Where do you find the most inspiration for your music and concepts?
Phil was very much inspired by real life personal experiences, mostly related to anxiety. The concept is also inspired by Greek mythology and the Bible. Phil’s concept and our conversations really inspired my contributions. I also dug deep in past nightmares I had to produce something as spine-chilling as possible. Old horror movies and classic horror literature such as Poe and Lovecraft have also been big inspirations for me, as well as sci-fi and especially the terrifying prospects of some of the solutions for the Fermi paradox. As for the musical aspect, here’s my time to name-drop a few bands/artists that have personally influenced me: Funeral, Evoken, Colosseum, Ulver, Devil Doll, Atrium Carceri, Lustmord.
Have you been playing together or writing any new material recently?
We’ve all been busy with different things these last months. The next album (if there is one) has not yet been started, but some conceptual ideas have started to emerge. We’ll see where this goes.
Have you played many gigs together? If so, what has been your favourite so far? If not, what is your dream gig and why?
Atramentus have not played live yet. It would be a complicated business, considering the number of layers of instruments and voices in our music. We would not want to deliver a subpar experience so a lot of work would be put towards a concert. The guys in Chthe’ilist opened for Evoken in Montreal, which is pretty much a dream gig. But if we’re talking unrealistic dream gigs I would like to play with Colosseum and Virgin Black with a whole symphonic orchestra. Realistically I think just playing in front of an attentive and open-minded crowd in a nice venue would be great.
Which part of Canada are you from? What is the metal/alternative music scene like there?
We are from the french speaking part of the country, the province of Quebec. The scene here is pretty well known for its technical death and black metal bands. The funeral doom scene is pretty much nonexistent, which is a shame, because I think there are a lot of atmospheric-minded musicians here that could create great doom.
Are there any new or local bands/artists that you listen to, or that have caught your attention?
Towards Darkness is pretty much the only funeral doom band I know and love from Quebec. Check out their latest album Tetrad. If anyone is into evocative dark ambient, I’d recommend Atrium Carceri & Cities Last Broadcast – Black Stage of Night. It’s a collaboration between two masters of the genre with piano and disturbing field recordings.

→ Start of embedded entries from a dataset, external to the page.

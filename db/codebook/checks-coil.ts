import type { CheckItem } from '@/lib/model/code-book'
import { HIGH_VOLTAGE, HOT_ENGINE, KEY_OFF } from './cautions'
import { GUESS, PRACTICE } from './sources'

/** The coil's own circuit: a look that costs nothing, its winding, its feed. */
export const COIL_CHECKS: CheckItem[] = [
  {
    kind: 'check',
    id: 'coilConnectorLook',
    name: 'Coil connector: look and tug',
    purpose: 'Finds a loose, green or pushed-back pin and a chafed wire before any part is blamed.',
    gate: {},
    people: 1,
    onePersonWay: null,
    roles: ['mechanic', 'guide'],
    guideSafe: true,
    light: 'lampEnough',
    weather: 'Keep snow and rain out of the open plug.',
    setups: ['sidePanelOff', 'coilPlugOff'],
    tools: [{ tool: 'lamp', accuracy: null }],
    machineState: 'off',
    mayMoveMachine: false,
    minutes: 4,
    costMinor: 0,
    steps: [
      {
        text: 'Key off. Let the coil cool if you cannot keep a hand on it.',
        caution: HOT_ENGINE,
      },
      { text: 'Press the lock and pull the plug off the coil, not the wires.', caution: KEY_OFF },
      { text: 'Shine the lamp in. Look for green, wet, bent or pushed-back pins.', caution: null },
      { text: 'Tug each wire gently, one by one. None may slide.', caution: null },
      {
        text: 'Run your fingers along the loom to the first clamp. Feel for bare or flat spots.',
        caution: null,
      },
      { text: 'Push the plug on until it clicks.', caution: null },
    ],
    cautions: [HOT_ENGINE],
    record: 'What you saw, and a photo of the open plug.',
    outcomes: [
      { id: 'sound', name: 'Clean, dry, tight', good: true },
      { id: 'doubtful', name: 'Dirty or damp, nothing loose', good: false },
      { id: 'badPin', name: 'Loose, green or pushed-back pin, or chafed wire', good: false },
    ],
    table: {
      ignitionCoilWiring: [30, 25, 45],
      ignitionCoilSupply: [75, 15, 10],
    },
    otherwise: [84, 13, 3],
    expected: [{ words: 'Bright pins, no water, no wire that slides.', source: PRACTICE }],
    reading: null,
    passDoesNotProve:
      'A pin can look right and still lose contact when it shakes; a wire can be broken inside its cover.',
    stopWhen: 'Burnt or melted plastic: stop, find out why before power goes on again.',
    basis: 'commonPractice',
    basisWords:
      'Guess: about half of bad coil plugs show it to the eye; sound ones seldom look bad.',
    source: GUESS,
  },
  {
    kind: 'check',
    id: 'coilPrimaryResistance',
    name: 'Coil primary resistance',
    purpose:
      'Finds an open or plainly shorted primary winding. It seldom proves a coil good or bad.',
    gate: {},
    people: 1,
    onePersonWay: null,
    roles: ['mechanic'],
    guideSafe: false,
    light: 'lampEnough',
    weather: null,
    setups: ['sidePanelOff', 'coilPlugOff'],
    tools: [
      {
        tool: 'multimeter',
        accuracy:
          'For half an ohm: 0.3 % + 2 digits at 0.01 ohm steps with the leads nulled, or four-wire',
      },
    ],
    machineState: 'off',
    mayMoveMachine: false,
    minutes: 5,
    costMinor: 0,
    steps: [
      { text: 'Key off. Unplug the coil.', caution: KEY_OFF },
      {
        text: 'Feel the coil: cold, hand-warm or hot. Write down its temperature.',
        caution: HOT_ENGINE,
      },
      {
        text: 'Meter on ohms, lowest range. Hold the probes together and note what the leads show.',
        caution: null,
      },
      {
        text: 'Put the probes on the two primary pins of the coil itself. Press hard.',
        caution: null,
      },
      { text: 'Wait until the figure stands still. Record it as shown.', caution: null },
      { text: 'Plug the coil in again until it clicks.', caution: null },
    ],
    cautions: [HIGH_VOLTAGE],
    record: 'The figure as shown, leads nulled or not, and the coil temperature.',
    outcomes: [
      { id: 'in', name: 'Within limits', good: true },
      { id: 'tooClose', name: 'Too close to call', good: false },
      { id: 'outLow', name: 'Below limits', good: false },
      { id: 'outHigh', name: 'Above limits or open', good: false },
    ],
    table: {
      ignitionCoilPart: [19, 71, 4, 6],
    },
    otherwise: [20, 78, 1, 1],
    expected: [
      {
        words: "The maker's figure at 20 C; copper reads about 4 % more for each 10 C above.",
        source: 'IEC 60028 copper coefficient 0.00393 per C',
      },
      {
        words:
          'On some coils a good one and a failed one read the same. Resistance alone does not convict.',
        source: PRACTICE,
      },
    ],
    reading: {
      quantity: 'resistance',
      component: 'ignitionCoil1',
      value: 'primaryResistance',
      fallback: null,
      good: [{ weight: 1, from: 0.9, to: 1.1 }],
      byFault: {
        ignitionCoilPart: [
          { weight: 0.86, from: 0.9, to: 1.1 },
          { weight: 0.06, from: 0.6, to: 0.9 },
          { weight: 0.03, from: 0, to: 0.3 },
          { weight: 0.05, from: 200, to: 2000000 },
        ],
      },
    },
    passDoesNotProve:
      'A coil can read right cold and fail hot or under high voltage. Wiring, supply and driver are not in this reading at all: it is taken at the coil.',
    stopWhen: null,
    basis: 'commonPractice',
    basisWords:
      'Guess: most failed coils read like good ones on an ohmmeter; about one in twenty is open, fewer are plainly shorted. The table is for an ordinary pocket meter.',
    source: GUESS,
  },
  {
    kind: 'check',
    id: 'coilSupplyDrop',
    name: 'Volts lost on the way to the coil, under load',
    purpose: 'Shows whether the feed of the coil can carry current, not only show volts.',
    gate: { coilType: ['inductive'], battery: ['yes'] },
    people: 1,
    onePersonWay: null,
    roles: ['mechanic'],
    guideSafe: false,
    light: 'lampEnough',
    weather: 'Not in rain with the plug open.',
    setups: ['sidePanelOff', 'coilPlugOff'],
    tools: [
      { tool: 'multimeter', accuracy: '0.5 % + 2 digits, 0.01 V steps' },
      { tool: 'loadBulb', accuracy: null },
      { tool: 'backProbes', accuracy: null },
    ],
    machineState: 'keyOn',
    mayMoveMachine: false,
    minutes: 6,
    costMinor: 0,
    steps: [
      { text: 'Key off. Unplug the coil.', caution: KEY_OFF },
      { text: 'Find the feed pin on the wire side, from the spec sheet.', caution: null },
      {
        text: 'Put the bulb between the feed pin and bare engine metal.',
        caution: {
          signal: 'NOTICE',
          text: 'The feed pin only. A bulb on the control wire or on any sensor wire can kill the module.',
        },
      },
      { text: 'Meter on volts. Red on battery plus, black on the feed pin.', caution: null },
      {
        text: 'Key on. The bulb must light. Read the volts at once, while it is lit: some relays let go after two seconds.',
        caution: HIGH_VOLTAGE,
      },
      { text: 'Key off. Bulb off. Plug the coil in until it clicks.', caution: null },
    ],
    cautions: [HIGH_VOLTAGE],
    record: 'The volts lost, and whether the bulb was bright.',
    outcomes: [
      { id: 'in', name: 'Half a volt or less lost', good: true },
      { id: 'tooClose', name: 'Too close to call', good: false },
      { id: 'outHigh', name: 'More than half a volt lost, or bulb dark', good: false },
    ],
    table: {
      ignitionCoilSupply: [8, 8, 84],
      keySwitchHarness: [40, 12, 48],
      mainRelayFault: [35, 12, 53],
      ignitionCoilWiring: [78, 6, 16],
    },
    otherwise: [93, 4, 3],
    expected: [
      {
        words: 'At most 0.5 V from battery plus to the coil feed with a 21 W bulb on it.',
        source: PRACTICE,
      },
    ],
    reading: {
      quantity: 'dcVoltage',
      component: 'ignitionCoil1',
      value: 'supplyDrop',
      fallback: { low: null, high: 0.5, unit: 'V', source: PRACTICE },
      good: [{ weight: 1, from: 0.05, to: 0.8 }],
      byFault: {
        ignitionCoilSupply: [
          { weight: 0.12, from: 0.05, to: 0.9 },
          { weight: 0.5, from: 1.1, to: 8 },
          { weight: 0.38, from: 20, to: 26 },
        ],
        keySwitchHarness: [
          { weight: 0.46, from: 0.05, to: 0.9 },
          { weight: 0.44, from: 1.1, to: 8 },
          { weight: 0.1, from: 20, to: 26 },
        ],
        mainRelayFault: [
          { weight: 0.42, from: 0.05, to: 0.9 },
          { weight: 0.43, from: 1.1, to: 8 },
          { weight: 0.15, from: 20, to: 26 },
        ],
        ignitionCoilWiring: [
          { weight: 0.82, from: 0.05, to: 0.9 },
          { weight: 0.12, from: 1.1, to: 8 },
          { weight: 0.06, from: 20, to: 26 },
        ],
      },
    },
    passDoesNotProve:
      'A feed that is good now can fail when it shakes; it says nothing about the coil or the driver.',
    stopWhen: 'A fuse blows when the bulb goes on: stop, the feed is shorted.',
    basis: 'physics',
    basisWords:
      'Volts are lost where resistance is. The shares of bad feeds that show it are guesses.',
    source: GUESS,
  },
]
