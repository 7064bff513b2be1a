import type { Chapter } from './chapter'
import { AIR_CHECKS } from './checks-air'
import { BATTERY_CHECKS } from './checks-battery'
import { CARBURETTOR_CHECKS } from './checks-carburettor'
import { COIL_CHECKS } from './checks-coil'
import { COIL_DRIVE_CHECKS } from './checks-coil-drive'
import { CRANK_CHECKS } from './checks-crank'
import { ELECTRICS_CHECKS } from './checks-electrics'
import { ENGINE_CHECKS } from './checks-engine'
import { INJECTOR_CHECKS } from './checks-injector'
import { MIXTURE_CHECKS } from './checks-mixture'
import { PRESSURE_CHECKS } from './checks-pressure'
import { PUMP_CHECKS } from './checks-pump'
import { SPARK_CHECKS } from './checks-spark'
import { STOP_CHECKS } from './checks-stops'
import { TANK_CHECKS } from './checks-tank'
import { AIR_FAULTS } from './faults-air'
import { CARBURETTOR_FAULTS } from './faults-carburettor'
import { ENGINE_FAULTS } from './faults-engine'
import { FUEL_FAULTS } from './faults-fuel'
import { IGNITION_FAULTS } from './faults-ignition'
import { POWER_FAULTS } from './faults-power'
import { SIGNAL_FAULTS } from './faults-signal'
import { SETUPS } from './setups'
import { DIES_SHARES } from './shares-dies'
import { SWAPS } from './swaps'
import { DIES_SYMPTOMS } from './symptoms-dies'
import { WORDS } from './words'

/** The first chapter: starts, then dies. It holds most of what an engine needs to run. */
export const DIES: Chapter = {
  symptoms: DIES_SYMPTOMS,
  faults: [
    ...FUEL_FAULTS,
    ...CARBURETTOR_FAULTS,
    ...IGNITION_FAULTS,
    ...SIGNAL_FAULTS,
    ...POWER_FAULTS,
    ...AIR_FAULTS,
    ...ENGINE_FAULTS,
  ],
  shares: DIES_SHARES,
  checks: [
    ...TANK_CHECKS,
    ...PUMP_CHECKS,
    ...PRESSURE_CHECKS,
    ...INJECTOR_CHECKS,
    ...CARBURETTOR_CHECKS,
    ...COIL_CHECKS,
    ...COIL_DRIVE_CHECKS,
    ...SPARK_CHECKS,
    ...CRANK_CHECKS,
    ...STOP_CHECKS,
    ...BATTERY_CHECKS,
    ...ELECTRICS_CHECKS,
    ...AIR_CHECKS,
    ...MIXTURE_CHECKS,
    ...ENGINE_CHECKS,
  ],
  swaps: SWAPS,
  setups: SETUPS,
  words: WORDS,
  rows: {},
  swapRows: {},
  unseparated: [],
}
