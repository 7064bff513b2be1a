import type { Chapter } from './chapter'

/** Starter, battery, charging and cooling. */
export const POWER: Chapter = {
  symptoms: [],
  faults: [],
  shares: [],
  checks: [],
  swaps: [],
  setups: [],
  words: [],
  rows: {},
  swapRows: {},
  unseparated: [],
}
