import type { Chapter } from './chapter'

/** Drive, gears, brakes, steering, wheels and track. */
export const DRIVE: Chapter = {
  symptoms: [],
  faults: [],
  shares: [],
  checks: [],
  swaps: [],
  setups: [],
  words: [],
  rows: {},
  swapRows: {},
  unseparated: [],
}
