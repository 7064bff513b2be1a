/** Checks the repository's code book with its demo models: one line per finding, exit 1 on any. */
import { BOOK_ITEMS, UNSEPARATED } from '@/db/codebook/book'
import { shelve } from '@/db/codebook/book-problem'
import { checkBook } from '@/db/codebook/check-book'
import { DEMO_MODELS } from '@/db/codebook/demo-models'
import { sameRows } from '@/db/codebook/same-rows'

const problems = checkBook(BOOK_ITEMS, DEMO_MODELS, UNSEPARATED)
for (const { kind, id, words } of problems) console.log(`${kind}: ${id}: ${words}`)

const count = (kind: string) => BOOK_ITEMS.filter((item) => item.kind === kind).length
const kinds = ['symptom', 'fault', 'check', 'swap', 'spn', 'pcode', 'failure']
console.log(
  `${BOOK_ITEMS.length} items (${kinds.map((k) => `${k} ${count(k)}`).join(', ')}), ` +
    `${DEMO_MODELS.length} models: ${problems.length} findings`,
)
const { rows, shared } = sameRows(shelve(BOOK_ITEMS))
console.log(`${shared} of ${rows} rows stand in more than five checks or swaps`)
process.exitCode = problems.length > 0 ? 1 : 0
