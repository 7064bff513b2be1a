import { codeBookItem } from '@/lib/model/code-book'
import type { MachineModel } from '@/lib/model/machine-model'
import type { BookProblem, Books } from './book-problem'
import { usesOf } from './check-ids'

/** What a source may be: a standard or data set by name, practice, memory, a person's own measure, or the demo. */
const SOURCE =
  /common practice, no source|from memory|own words|SAE|ISO|IEC|JCGM|ANSI|ASTM|Standard Atmosphere|BCI|manual, page|own figure|read from|measured/
const INVENTED = /invented/

/** [CB4] Records whose figures do not say where they come from, and demo figures that do not say they are invented. */
export function checkSources({ shelf, models }: Books): BookProblem[] {
  const items = Object.values(shelf).flat()
  return [
    ...items.flatMap((item) => [
      ...sourceOf(item.id, item.source),
      ...(item.kind === 'check'
        ? [
            ...item.expected.flatMap((e) => sourceOf(item.id, e.source)),
            ...(item.reading?.fallback ? sourceOf(item.id, item.reading.fallback.source) : []),
          ]
        : []),
    ]),
    ...models.flatMap(modelSources),
  ]
}

function sourceOf(id: string, source: string): BookProblem[] {
  return SOURCE.test(source)
    ? []
    : [
        {
          kind: 'source',
          id,
          words: `"${source}" is no source: a standard by name, practice or memory`,
        },
      ]
}

function modelSources({ model, specSheet, source }: MachineModel): BookProblem[] {
  if (specSheet === null) return []
  const figures = [
    specSheet.showCodes.source,
    ...specSheet.components.flatMap((c) => [c.source, ...c.values.map((v) => v.source)]),
    ...specSheet.parts.map((p) => p.source),
  ]
  return [...new Set(figures)].flatMap((figure) => {
    if (specSheet.demo && !INVENTED.test(figure))
      return [
        {
          kind: 'source' as const,
          id: model,
          words: `demo figure "${figure}" does not say it is invented`,
        },
      ]
    return sourceOf(model, specSheet.demo ? `${figure}, ${source}, own figure` : figure)
  })
}

/** [CB5] Words, set-ups and failure kinds nothing uses, symptoms without faults, faults without shares. */
export function checkOrphans(books: Books): BookProblem[] {
  const used = new Set(usesOf(books).map((use) => `${use.kind}:${use.id}`))
  const { shelf } = books
  const orphan = (id: string, words: string): BookProblem => ({ kind: 'orphan', id, words })
  const words = [...shelf.part, ...shelf.tool, ...shelf.system, ...shelf.circuit, ...shelf.setup]
  const inCircuits = new Set(shelf.fault.flatMap((f) => f.circuits.map((c) => c.circuit)))
  return [
    ...words
      .filter((w) => !used.has(`${w.kind}:${w.id}`))
      .map((w) => orphan(w.id, `${w.kind} that nothing names`)),
    ...shelf.circuit
      .filter(({ id }) => !inCircuits.has(id))
      .map((c) => orphan(c.id, 'circuit that no fault sits in')),
    ...shelf.failure
      .filter((f) => f.fmi === null && !used.has(`failure:${f.id}`))
      .map((f) => orphan(f.id, 'failure kind that no code names')),
    ...shelf.symptom
      .filter((s) => s.opens === 'suspects' && !used.has(`symptom:${s.id}`))
      .map((s) => orphan(s.id, 'symptom that no fault shares')),
    ...shelf.fault
      .filter((f) => f.shares.length === 0)
      .map((f) => orphan(f.id, 'fault without a share of any symptom')),
    ...[...shelf.check, ...shelf.swap]
      .filter((c) => Object.keys(c.table).length === 0)
      .map((c) => orphan(c.id, `${c.kind} whose table names no fault`)),
  ]
}

/** [CB1] The shape of one item: null when it is right. */
export function shapeProblem(item: unknown): BookProblem | null {
  const parsed = codeBookItem.safeParse(item)
  if (parsed.success) return null
  const id = idOf(item)
  const issue = parsed.error.issues[0]
  return {
    kind: 'shape',
    id,
    words: `${issue?.path.join('.') ?? ''}: ${issue?.message ?? 'wrong shape'}`,
  }
}

const idOf = (item: unknown): string =>
  typeof item === 'object' && item !== null && 'id' in item ? String(item.id) : '(no id)'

Your music is very atmospheric and dark – it tells a grand story and transports the listener to those icy plains of perpetual winter. How did you arrive at your genre? Have you always been interested by the darker side of life?
I feel like doom metal and dark ambient are some of the best vehicles for introspection and self-reflection. I think the story needed that personal aspect to be relatable in addition to the grandiose epicness of the events that are happening in the story. As to why we happened to make dark and atmospheric music… Speaking personally I guess I always was a pretty pessimistic person by nature. I’m naturally attracted to the dark aspects of art because I feel like it speaks to me on a deeper level. I think many of us metalheads can relate to that.
Do you have any other interests or hobbies outside of music?
Literature (mainly sci-fi and horror as mentioned), travel (in another life), nature (Quebec has lots of beautiful lakes and forests). Pretty straightforward stuff.
Thank you so much for your time, is there anything else you’d like to say to our readers?
Thank you for the interview. I hope everyone stays safe.